To enhance this solution in case there is no private Integer key;
available on the Data
object I can generate the partition based on a hash. I used another parameter that is the parallelism
. It is basically for a restore operation if you save the values on a storage using a parallelism of X
and when you afterwards read the same values but using a different parallelism != X
you can preserve the values on the same group. So I used int partition = (getDifferentHashCode(value) * parallelism) % numberOfPartitions;
which is also inspired by the blog post that I mentioned. I prefer this approach.
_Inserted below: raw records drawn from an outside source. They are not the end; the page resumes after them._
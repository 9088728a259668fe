"""Pipeline stages and the stage graph.

Each stage lives in its own module ``pipeline/stages/<name>.py``: a public
function over arrays and tables, an options model, and a module-level
``STAGE`` (a :class:`~pipeline.stages.base.Stage`) that declares it to the
runner.  ``GRAPH`` is the ordered tuple of registered stages (built on first
access); the order is the order the runner runs them in, and a stage may only
require earlier ones.  To register a stage, add its module name to
``STAGE_MODULES`` below.
"""

from __future__ import annotations

import importlib
import importlib.util

from pipeline.stages.base import (
    BLOCK_INDEX,
    PROBLEMS,
    RAW_FILES,
    RAW_ROWS,
    RUN_STATUS,
    RawFile,
    Stage,
    StageContext,
    Stretch,
    check_graph,
    plan_stretches,
)

__all__ = [
    "BLOCK_INDEX",
    "GRAPH",
    "PROBLEMS",
    "RAW_FILES",
    "RAW_ROWS",
    "RUN_STATUS",
    "STAGE_MODULES",
    "RawFile",
    "Stage",
    "StageContext",
    "Stretch",
    "check_graph",
    "plan_stretches",
]

#: Stage modules in run order.  A module that does not exist yet is skipped,
#: so stages can be added one at a time; a module that exists must define
#: ``STAGE`` (import errors are not hidden).
STAGE_MODULES = (
    "ingest",
    "column_stats",
    "columns",
    "calibrate",
    "rectify",
    "detect",
    "catalog",
    "astrometry",
    "zeropoint",
    "science",
    "mosaic",
    "report",
)


def _load_graph() -> tuple[Stage, ...]:
    stages = []
    waiting = set()  # registered modules that do not declare a STAGE yet
    for name in STAGE_MODULES:
        module_name = f"{__name__}.{name}"
        if importlib.util.find_spec(module_name) is None:
            continue
        module = importlib.import_module(module_name)
        stage = getattr(module, "STAGE", None)
        if stage is None:
            # The module exists but does not declare itself yet (work in progress).
            waiting.add(name)
            continue
        if waiting.intersection(set(stage.requires) - set(stage.optional)):
            # It needs a stage still in progress: it joins the graph with it
            # (a stage it can do without, in ``optional``, does not hold it back).
            waiting.add(name)
            continue
        stages.append(stage)
    return check_graph(stages)


def __getattr__(name: str):
    # GRAPH is built on first use (PEP 562), so importing pipeline.stages.base
    # (as every stage module does) does not import every stage.
    if name == "GRAPH":
        graph = _load_graph()
        globals()["GRAPH"] = graph
        return graph
    raise AttributeError(f"module {__name__!r} has no attribute {name!r}")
public Flux<GroupedFlux<Integer, Data>> createFluxUsingHashGroupBy(List<String> dataList, int numberOfPartitions, int parallelism, int maxCount) {
return Flux
.fromStream(IntStream.range(0, maxCount)
.mapToObj(i -> {
int randomPosition = ThreadLocalRandom.current().nextInt(0, dataList.size());
String value = dataList.get(randomPosition);
int partition = (getDifferentHashCode(value) * parallelism) % numberOfPartitions;
return new Data(i, value, partition);
})
)
.delayElements(Duration.ofMillis(10))
.log()
.groupBy(Data::getPartition);
}
public int getDifferentHashCode(String value) {
int hash = 7;
for (int i = 0; i < value.length(); i++) {
hash = hash * 31 + value.charAt(i);
}
return hash;
}
unit test:
@Test
void testFluxUsingHashGroupBy() {
int numberOfPartitions = 3;
int parallelism = 2;
int maxCount = 100;
Flux<GroupedFlux<Integer, Data>> dataGroupedFlux = fluxAndMonoTransformations.createFluxUsingHashGroupBy(expect, numberOfPartitions, parallelism, maxCount);
StepVerifier.create(dataGroupedFlux)
.expectNextCount(numberOfPartitions)
.verifyComplete();
}
Regarding the backpressure questions, I think it could come in another SO question.